Again, I wish you well, but the freedom you need most likely will not be gained on your on efforts alone.
1. Mom is 89.
2. No physical health problems to speak of. She takes 3 meds per day, 2 for blood pressure, 1 for thyroid. She sees her doctor twice a year and always gets a clean bill of health. She still bowls once a week on a senior's league. She does, however, have dementia.
3. No assistance. I live with her.
4. Nope. At this point she's okay to be in her home.....she needs "looking after," not physical care. She's fine with her personal hygiene (mostly - washing her hair is an issue), she gets her own breakfast and lunch, she dusts the house and makes her bed. She cannot do her laundry or cook anything. She does not wander, in fact, she's afraid to go outside farther than the mailbox. She has no short term memory...will forget what you're talking about when you get to the end of a sentence. She makes up a lot of stories.
5. I'm an only child. Great, huh?
The issue here is that I'm moving out. I'm re-marrying. Being with my mother almost 24/7 is not a good thing for me......and ultimately, for her. I'm stressed, I'm unhappy. I get accused of things I do not do, and although I know it's the dementia, it's hard to deal with on a constant basis. I think some distance is needed and that I will be a better caregiver and daughter because of it. I'm only moving 20 minutes away. I will zip over there on my lunch hour, I will go over and make sure she eats dinner. I will be there at least one weekend day. I'm planning on contacting her church to see if some kindly folks can spend some time with her a couple of days a week....if not, there are a few agencies in our area that will provide some companionship (she won't go to an adult daycare facility......she doesn't want to be around all those "old people").

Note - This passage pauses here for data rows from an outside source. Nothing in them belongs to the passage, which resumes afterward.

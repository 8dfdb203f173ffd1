using Lampwarden.Analysis.Lamps;
using Lampwarden.Analysis.Uncertainty;

namespace Lampwarden.Analysis.Prediction;

/// <summary>
/// The 95 % interval of every number of a prediction. Inputs are moved one at a time (<see cref="Propagation"/>): for the steady state every
/// lamp by itself, for the switch-on equal neighbours together.
/// </summary>
internal sealed class BenchIntervals(BenchInputs inputs, BenchInputs joined, PredictionSettings settings)
{
    private static readonly string[] LampNumbers = ["volts", "amps", "watts", "filamentKelvin", "glow"];

    /// <summary>Fills in all intervals (unless null) and gives the one of the settled reading.</summary>
    /// <param name="healthy">The bench with its unit.</param>
    /// <param name="shorted">The bench with a short.</param>
    /// <param name="shownShare">What the meter shows of the true RMS.</param>
    /// <param name="intervals">Where they go, by JSON path.</param>
    public Interval Fill(BenchState healthy, BenchState shorted, double shownShare, IDictionary<string, Interval>? intervals)
    {
        var reading = FillSteady(healthy, shorted, shownShare, intervals);
        if (intervals is not null)
        {
            FillTransient(healthy, intervals);
            FillPeak(shorted, intervals);
        }

        return reading;
    }

    /// <summary>The settled part of <see cref="Fill"/>.</summary>
    public Interval FillSteady(BenchState healthy, BenchState shorted, double shownShare, IDictionary<string, Interval>? intervals)
    {
        var nominal = healthy.Steady;
        var both = Spread(
            inputs,
            values =>
            {
                var moved = healthy.Evaluator!.At(values);
                return [.. moved, .. shorted.Evaluator!.At(values), moved[SteadyEvaluator.Amps]];
            },
            [.. nominal, .. shorted.Steady, nominal[SteadyEvaluator.Amps]],
            skipTransient: true,
            lastIsLinear: true);
        var reading = Reading(both[^1], nominal[SteadyEvaluator.Amps], shownShare);
        if (intervals is null)
        {
            return reading;
        }

        intervals["steady.lineAmps"] = both[SteadyEvaluator.Amps].Interval;
        intervals["steady.bankVolts"] = both[SteadyEvaluator.BankVolts].Interval;
        intervals["steady.unitVolts"] = both[SteadyEvaluator.UnitVolts].Interval.Within(0, double.MaxValue);
        intervals["steady.unitWatts"] = both[SteadyEvaluator.UnitWatts].Interval.Within(0, double.MaxValue);
        intervals["steady.powerFactor"] = both[SteadyEvaluator.PowerFactor].Interval.Within(0, 1);
        FillLamps("steady", both, 0, healthy, intervals);
        FillShortedSteady(both, nominal.Length, shorted, intervals);
        FillContrast(healthy, shorted, intervals);
        return reading;
    }

    /// <summary>Only what does not need a steady state of the unit.</summary>
    public void FillShorted(BenchState shorted, IDictionary<string, Interval> intervals)
    {
        var spread = Spread(inputs, values => shorted.Evaluator!.At(values), shorted.Steady, skipTransient: true);
        FillShortedSteady(spread, 0, shorted, intervals);
        FillPeak(shorted, intervals);
    }

    private static Propagation[] Spread(BenchInputs inputs, Func<double[], double[]> model, double[] nominal, bool skipTransient, bool lastIsLinear = false)
    {
        var outputs = nominal.Select((value, index) => new Propagation(value, lastIsLinear && index == nominal.Length - 1)).ToArray();
        for (var input = 0; input < inputs.Inputs.Count; input++)
        {
            var uncertain = inputs.Inputs[input];
            if (uncertain.Sigma == 0 || (skipTransient && inputs.IsTransientOnly(input)))
            {
                continue;
            }

            var values = (double[])inputs.Nominal.Clone();
            values[input] = uncertain.Mean + uncertain.Sigma;
            var above = model(values);
            values[input] = uncertain.Mean - uncertain.Sigma;
            var below = model(values);
            for (var output = 0; output < outputs.Length; output++)
            {
                outputs[output].Add(uncertain, above[output], below[output]);
            }
        }

        return outputs;
    }

    // What the meter shows: the current, and the meter's own bound as a rectangle (JCGM 100, 4.3.7).
    private Interval Reading(Propagation amps, double nominalAmps, double shownShare)
    {
        var bound = settings.Meter.BoundAmps(nominalAmps * shownShare) / shownShare;
        amps.Add(UncertainInput.Between("meter", 0, -bound, bound), nominalAmps + bound / Math.Sqrt(3), nominalAmps - bound / Math.Sqrt(3));
        var interval = amps.Interval;
        return new Interval(interval.Low * shownShare, interval.High * shownShare);
    }

    private static void FillLamps(string part, Propagation[] spread, int offset, BenchState state, IDictionary<string, Interval> intervals)
    {
        var count = state.Lamps().Count;
        for (var lamp = 0; lamp < count; lamp++)
        {
            for (var number = 0; number < LampNumbers.Length; number++)
            {
                var interval = spread[offset + SteadyEvaluator.FirstLamp + SteadyEvaluator.PerLamp * lamp + number].Interval;
                intervals[$"{part}.lamps[{lamp}].{LampNumbers[number]}"] = interval.Within(0, double.MaxValue);
            }
        }
    }

    private void FillShortedSteady(Propagation[] spread, int offset, BenchState shorted, IDictionary<string, Interval> intervals)
    {
        intervals["shorted.lineAmps"] = spread[offset + SteadyEvaluator.Amps].Interval;
        FillLamps("shorted", spread, offset, shorted, intervals);
        var cold = Spread(inputs, values => [ColdOhms(inputs.BankOf(values).Root, inputs.RoomKelvin(values))], [ColdOhms(inputs.BankOf(inputs.Nominal).Root, inputs.RoomKelvin(inputs.Nominal))], skipTransient: false);
        intervals["bank.coldOhms"] = cold[0].Interval;
    }

    private void FillContrast(BenchState healthy, BenchState shorted, IDictionary<string, Interval> intervals)
    {
        double Ratio(double[] values) => shorted.Evaluator!.At(values)[0] / healthy.Evaluator!.At(values)[0];
        intervals["contrast"] = Spread(inputs, values => [Ratio(values)], [Ratio(inputs.Nominal)], skipTransient: true)[0].Interval;
    }

    private void FillTransient(BenchState healthy, IDictionary<string, Interval> intervals)
    {
        var horizon = healthy.Transients.Horizon(healthy.Transient, healthy.Point.Amps);
        var spread = Spread(joined, Numbers, healthy.TransientNumbers, skipTransient: false);
        intervals["inrush.peakAmps"] = spread[TransientEvaluator.Peak].Interval;
        intervals["inrush.firstCycleRmsAmps"] = spread[TransientEvaluator.FirstCycle].Interval;
        intervals["inrush.settleSeconds"] = spread[TransientEvaluator.Settle].Interval.Within(0, double.MaxValue);

        // From the least that a window of unlucky alignment shows to the most that an aligned one does.
        var meter = settings.Meter.BoundAmps(healthy.TransientNumbers[TransientEvaluator.FirstReading]);
        intervals["inrush.firstReadingAmps"] = new Interval(
            Math.Max(0, spread[TransientEvaluator.LeastFirstReading].Interval.Low - meter), spread[TransientEvaluator.FirstReading].Interval.High + meter);
        for (var lamp = 0; lamp < healthy.TransientNumbers.Length - TransientEvaluator.FirstLamp; lamp++)
        {
            intervals[$"steady.lamps[{lamp}].firstGlowSeconds"] = spread[TransientEvaluator.FirstLamp + lamp].Interval.Within(0, double.MaxValue);
        }

        double[] Numbers(double[] values)
        {
            var steadyAmps = healthy.JoinedEvaluator!.At(values)[SteadyEvaluator.Amps];
            return healthy.Transients.Numbers(healthy.Transients.Run(values, steadyAmps, horizon), steadyAmps);
        }
    }

    /// <summary>The peak of the shorted bank.</summary>
    public void FillPeak(BenchState shorted, IDictionary<string, Interval> intervals) =>
        intervals["shorted.peakAmps"] = Spread(joined, values => [shorted.Transients.PeakAmps(values)], [shorted.TransientNumbers[TransientEvaluator.Peak]], skipTransient: false)[0].Interval;

    private static double ColdOhms(BankPart part, double kelvin) => part switch
    {
        LampPart leaf => leaf.Lamp.Filament?.Ohms(kelvin) ?? leaf.Lamp.ColdOhms,
        SeriesPart series => series.Parts.Sum(inner => ColdOhms(inner, kelvin)),
        ParallelPart parallel => 1 / parallel.Parts.Sum(inner => 1 / ColdOhms(inner, kelvin)),
        _ => double.NaN,
    };
}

Mom's not happy about me leaving. She enjoys being waited on, and part of the problem is that I think I've been playing into that. She lived alone for 3 years after my dad passed, and that's the first time in her life she lived by herself...and she hated it. She "guilted" me into moving in with her, and I've been placed in the role of my father, who waited on her hand and foot. But I'm still feeling guilty about leaving. And the more I think about it, the more I think I'm dealing with "only child guilt," and that somehow I feel I have to do it all myself.
1. How old is your mother?
2. What are her health problems?
3. What if any assistance is she getting at home like meals on wheels, home health, etc.?
4. Has a doctor evaluated her and said it is no longer safe for her to live at home alone or really should not live at home at all?
5. If you have any siblings, what opiniion(s) do they have?
The ability to live in one's home is very, very important to an older person and they go through a very great sense of loss when they have to leave. Like my mother, they will fight it until the bitter end when medically it just become impossible for them to live at home.
I wish you the best in dealing with this.
One last question, have you considered getting some counseling to help you sort through and deal with your feelings of guilt? If not, I suggest that you do.